His mother picked up on the second ring. She told him she was tired, but sounded ready to pounce. She scolded him for not calling earlier. The time difference. It’s two hours. She always brought up the time difference. As though he’d forgotten.
“We’ll miss you on Tuesday. Both of you,” she said after a pause in the one-sided conversation. “It won’t be the same.”
“That’s the point,” he responded, the evaporating vodka sweet on his top lip.
He heard her head shaking through the phone.
“Oh, stop with that. This whole martyrdom act is quite tiresome, Jared,” she said. “Some see it as running away.”
“Is that how you see it?” he asked quickly, keeping his voice emotionless. He lowered his forehead into the cradle of his thumb and middle finger and massaged his temples. To ask such an open-ended question, he cursed himself.

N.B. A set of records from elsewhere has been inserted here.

def _verdicts(names, s: ChainMeasures, chain_moves, needed_ess) -> list:
    stuck_chains = np.flatnonzero(chain_moves < STUCK_MOVE_RATE)
    pooled_sd = np.where(s.sd > 0, s.sd, 1.0)
    flat_chains = s.chain_sd < 1e-3 * pooled_sd[None, :]  # (chains, params)
    out = []
    for i, name in enumerate(names):
        stuck = sorted(set(stuck_chains.tolist()) | set(np.flatnonzero(flat_chains[:, i]).tolist()))
        if stuck:
            out.append(ParameterVerdict(name, "stuck-chain", f"chain(s) {', '.join(map(str, stuck))} barely move"))
        elif not s.rhat[i] <= 1.01:
            out.append(ParameterVerdict(name, "not-converged", f"R-hat {s.rhat[i]:.3f} > 1.01: chains disagree"))
        elif not s.bulk_ess[i] >= needed_ess[i]:
            out.append(
                ParameterVerdict(name, "too-few-draws", f"bulk ESS {s.bulk_ess[i]:.0f} < {needed_ess[i]:.0f} needed")
            )
        elif s.bulk_too_short[i] or s.tail_too_short[i]:
            out.append(ParameterVerdict(name, "imprecise-ess", f"fewer than {IACTS_FOR_PRECISE_ESS} IACTs in all: "
                                        f"the ESS may be off by more than {IACT_RELATIVE_ERROR:.0%}"))
        else:
            out.append(ParameterVerdict(name, "ok", "no problem seen (which does not prove convergence)"))
    return out


def _inspection_findings(structure, s: ChainMeasures, names: list, chain_moves: np.ndarray, rate: float) -> list:
    """Structure, convergence, stuck chains, acceptance far from optimal, and too-short chains."""
    m, d = chain_moves.shape[0], len(names)
    findings: list = []
    findings += correlation_findings(structure, names)
    findings += conditioning_findings(structure, names)
    findings += convergence_findings(s.rhat, names, "inspected")
    stuck = np.flatnonzero(chain_moves < STUCK_MOVE_RATE)
    if stuck.size:
        findings.append(
            Finding(
                "stuck-chain", "critical", [],
                f"chain(s) {', '.join(map(str, stuck))} change state in under {STUCK_MOVE_RATE:.0%} of steps: "
                "their proposal is far too large, or they sit in a region they cannot leave.",
                {"chain_move_rate": chain_moves.tolist()},
            )
        )
    if stuck.size < m and (rate < 0.1 or rate > 0.7):
        findings.append(
            Finding(
                "poor-acceptance", "warn", [],
                f"the state changes in {rate:.1%} of steps (for random-walk Metropolis, the acceptance rate); "
                f"about {theory.target_acceptance(d):.2f} is best for {d} parameters.",
                {"acceptance": rate},
            )
        )
    if np.any(s.bulk_too_short):
        findings.append(
            Finding(
                "imprecise-ess", "warn", [names[i] for i in np.flatnonzero(s.bulk_too_short)],
                f"these parameters have fewer than {IACTS_FOR_PRECISE_ESS} autocorrelation times over all chains: "
                f"their ESS may be off by more than {IACT_RELATIVE_ERROR:.0%}.",
                {},
            )
        )
    return findings


def _doubtful_layout(shape: tuple) -> str | None:
    """Why the (chains, draws, params) reading of ``shape`` looks wrong, or None."""
    m, n, d = shape
    if m > n:
        return f"{m} chains of {n} draws each (more chains than draws)"
    if d > n:
        return f"{n} draws of {d} parameters (more parameters than draws)"
    if m > 1 and n < DOUBTFUL_DRAWS:
        return f"{m} chains of only {n} draws each"
    return None


def _as_array(draws) -> np.ndarray:
    array = draws if isinstance(draws, np.ndarray) else np.asarray(draws)
    if array.dtype.kind not in "fiu":
        try:
            array = np.asarray(array, dtype=float)
        except (TypeError, ValueError):
            raise WalktuneError("draws must be numbers shaped (chains, draws, params) or (draws, params).") from None
    return array


def _select(draws, names, params, warmup: int, thin: int, layout: str | None, stated: bool) -> tuple[_Selection, list]:
    """The draws as a lazy (chains, draws, params) selection after warm-up and thinning; and the chosen names.

    ``layout`` orients an array; ``stated`` says the orientation was stated by the
    caller (else a doubtful shape is refused). Nothing is read from a memory map here.
    """
    raw = _as_array(draws)
    if raw.ndim not in (1, 2, 3):
        raise WalktuneError(f"draws must be shaped (chains, draws, params) or (draws, params); got {raw.ndim} dimensions.")
    array = orient(raw, layout, "the draws")
    m, n, d = array.shape
    doubt = None if stated else _doubtful_layout(array.shape)
    if doubt is not None:
        raise WalktuneError(
            f"draws of shape {raw.shape} read as {doubt} look mis-laid; state the layout with --layout "
            "(layout= in Python): draws,chains,params, chains,draws,params to keep this reading, draws,params or params,draws."
        )
    names = [f"theta[{i}]" for i in range(d)] if names is None else [str(x) for x in names]
    if len(names) != d:
        raise WalktuneError(f"{len(names)} names for {d} parameters; give one name per parameter.")
    index = list(range(d))
    if params is not None:
        index = []
        for p in params:
            if isinstance(p, (int, np.integer)) and 0 <= p < d:
                index.append(int(p))
            elif p in names:
                index.append(names.index(p))
            else:
                raise WalktuneError(f"parameter {p!r} is not in the draws; known: {', '.join(names)}.")
        names = [names[i] for i in index]
    if warmup < 0 or thin < 1:
        raise WalktuneError("warm-up must be >= 0 and thin >= 1.")
    if warmup >= n:
        raise WalktuneError(f"warm-up of {warmup} draws leaves nothing of chains with {n} draws.")
    array = array[:, warmup::thin]
    if array.shape[1] < 4:
        raise WalktuneError(f"each chain needs at least 4 draws after warm-up and thinning; got {array.shape[1]}.")
    return _Selection(array, np.asarray(index, dtype=np.intp), int(thin)), names


def _select_input(draws, names, sources, layout, params, warmup: int, thin: int):
    """:func:`_select` of an array or of a ChainData (oriented by read_chains); with the names, sources and layout."""
    if not isinstance(draws, ChainData):
        chosen, names = _select(draws, names, params, warmup, thin, layout, layout is not None)
        return chosen, names, sources, layout
    names = draws.names if names is None else names
    sources = draws.sources if sources is None else sources
    stated = draws.layout is not None or layout is not None
    chosen, names = _select(draws.draws, names, params, warmup, thin, None, stated)
    return chosen, names, sources, draws.layout or layout


def inspect(
    draws,
    names=None,
    *,
    warmup: int = 0,
    thin: int = 1,
    params=None,
    proposal=None,
    target_ess: float = DEFAULT_TARGET_ESS,
    target_mcse=None,
    sources=None,
    chain_column: str | None = None,
    layout: str | None = None,
    run: str | None = None,
) -> InspectionResult:
    """Diagnose existing draws and advise a proposal.

    Parameters
    ----------
    draws : array-like of shape (chains, draws, params) or (draws, params), or ChainData
        May be a memory-mapped array; it is read in blocks, the pages of each
        block released before the next, and never copied whole. A
        :class:`walktune.chainfiles.ChainData` (from ``read_chains``) brings its
        names, sources and the layout it was read with.
    names : list of str, optional
    warmup : int, default=0
        Draws to drop from the start of every chain.
    thin : int, default=1
        Keep every ``thin``-th draw after warm-up.
    params : list of str or int, optional
        Parameters to analyse (default: all).
    proposal : array-like, optional
        The proposal the chains ran with, (d, d) covariance or (d,) step sizes
        over the chosen parameters; its predicted slow-down is reported.
    target_ess : float, default=400
        ESS wanted per parameter.
    target_mcse : float or array-like, optional
        Wanted MCSE of each mean; overrides ``target_ess`` where it asks for more.
    sources, chain_column : optional
        Where the draws came from, recorded in advice.json so a report can read them again.
    layout : {"chains,draws,params", "draws,chains,params", "draws,params", "params,draws"}, optional
        How the axes of ``draws`` are laid out. Without it, 3-D draws are read as
        (chains, draws, params) and 2-D as (draws, params), and a shape that makes
        that reading doubtful (more chains or parameters than draws, or several
        chains of fewer than :data:`DOUBTFUL_DRAWS` draws) is refused with a WalktuneError.
    run : str, optional
        The run of a ``walktune tune`` folder the draws are (recorded likewise).
    """
    check_positive_number(target_ess, "target_ess")
    if target_mcse is not None:
        mcse = as_float_array(target_mcse, "target_mcse")
        if not np.all(np.isfinite(mcse) & (mcse > 0)):
            raise WalktuneError(f"`target_mcse` must be numbers > 0; got {target_mcse!r}.")
    chosen, names, sources, layout = _select_input(draws, names, sources, check_layout(layout), params, warmup, thin)
    m, n, d = chosen.shape
    current = None
    if proposal is not None:
        proposal = np.asarray(proposal, dtype=float)
        current = np.diag(proposal**2) if proposal.ndim == 1 and proposal.shape[0] == d else as_covariance(proposal, d, "proposal")

    mean, covariance, chain_moves, parameter_moves = _moments_and_moves(chosen)
    if not np.all(np.isfinite(covariance)):
        raise WalktuneError("draws contain NaN or infinity; remove those draws first.")
    sd = np.sqrt(np.diag(covariance))
    if np.any(sd == 0):  # checked before the summary: a file of constants is refused after one pass
        constant = [names[i] for i in np.flatnonzero(sd == 0)]
        listed = ", ".join(constant[:10]) + (f" and {len(constant) - 10} more" if len(constant) > 10 else "")
        raise WalktuneError(f"parameter(s) {listed} never change in any chain; drop them (--params).")
    s = measure_chain_blocks(chosen.slabs(), m, n)
    structure = analyse(covariance)
    advice = advise(covariance, current=current)

    needed = np.full(d, float(target_ess))
    total = m * n
    more_observed = np.maximum(0.0, needed / (s.bulk_ess / total) - total)
    if target_mcse is not None:
        # MCSE = sd / sqrt(ESS) with the split-chain ESS of the mean (s.ess), so the
        # draws an MCSE target needs follow that ESS per draw, not the bulk ESS.
        mean_ess_needed = (s.sd / np.asarray(target_mcse, dtype=float)) ** 2
        needed = np.maximum(needed, mean_ess_needed)
        more_observed = np.maximum(more_observed, mean_ess_needed / (s.ess / total) - total)
    advised_total = needed / theory.optimal_efficiency(d)

    rate = float(np.mean(chain_moves))
    findings = _inspection_findings(structure, s, names, chain_moves, rate)
    return InspectionResult(
        parameter_names=names,
        summary=s,
        move_rate=rate,
        chain_move_rate=chain_moves,
        parameter_move_rate=parameter_moves,
        structure=structure,
        advice=advice,
        verdicts=_verdicts(names, s, chain_moves, needed),
        target_ess=float(target_ess),
        needed_ess=needed,
        more_draws_observed=more_observed,
        more_draws_advised=advised_total,
        findings=findings,
        proposal=current,
        sources=list(sources or []),
        warmup=warmup,
        thin=thin,
        chain_column=chain_column,
        layout=layout,
        run=run,
    )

“We all grieve differently,” she said with forced patience. “I’m not saying there’s a right or wrong way. But, take this how you will, there’s a time to move on. I miss her as much as anyone. You didn’t need to move across the country to prove you miss her the most.”
“I don’t want to have this conversation again, Mom. I’m tired.”
“And drunk,” she said.
Jared lifted his glass and watched the shrinking ice cubes float and bob aimlessly atop the surface. “Not quite,” he said. He fell back into the couch and put his left heel on the coffee table. He moved the phone away from his ear and gnawed against his bottom lip.
“Not tonight, but one way or another, you need to figure out how to stop with this guilt,” she said. “Beth was a beautiful soul. I loved her like a daughter. But she had demons, Jared. She had problems. You know that better than anyone. Holing yourself away is no way to honor her life.”
The memory of their last night together flooded his mind. Her tears. Her pleas for help. The desperation in her already intoxicated voice. His heavy, booted feet on the steps as he went upstairs. The glow of the computer as he logged into her life insurance policy account to ensure he was still the beneficiary. His offering her the bottle of pills and telling her it was the only way. Make it look like an accident. He left, not sure if she’d go through with it. Her warm, lifeless body in their bed when he got back. A dried trail of drool down her pale cheek. The purposeful stoicism for the police and her family and his family. Only a few tears; no need to oversell it.
“I’m tired,” he said, the smile on his face real. “I’ll call on Christmas.”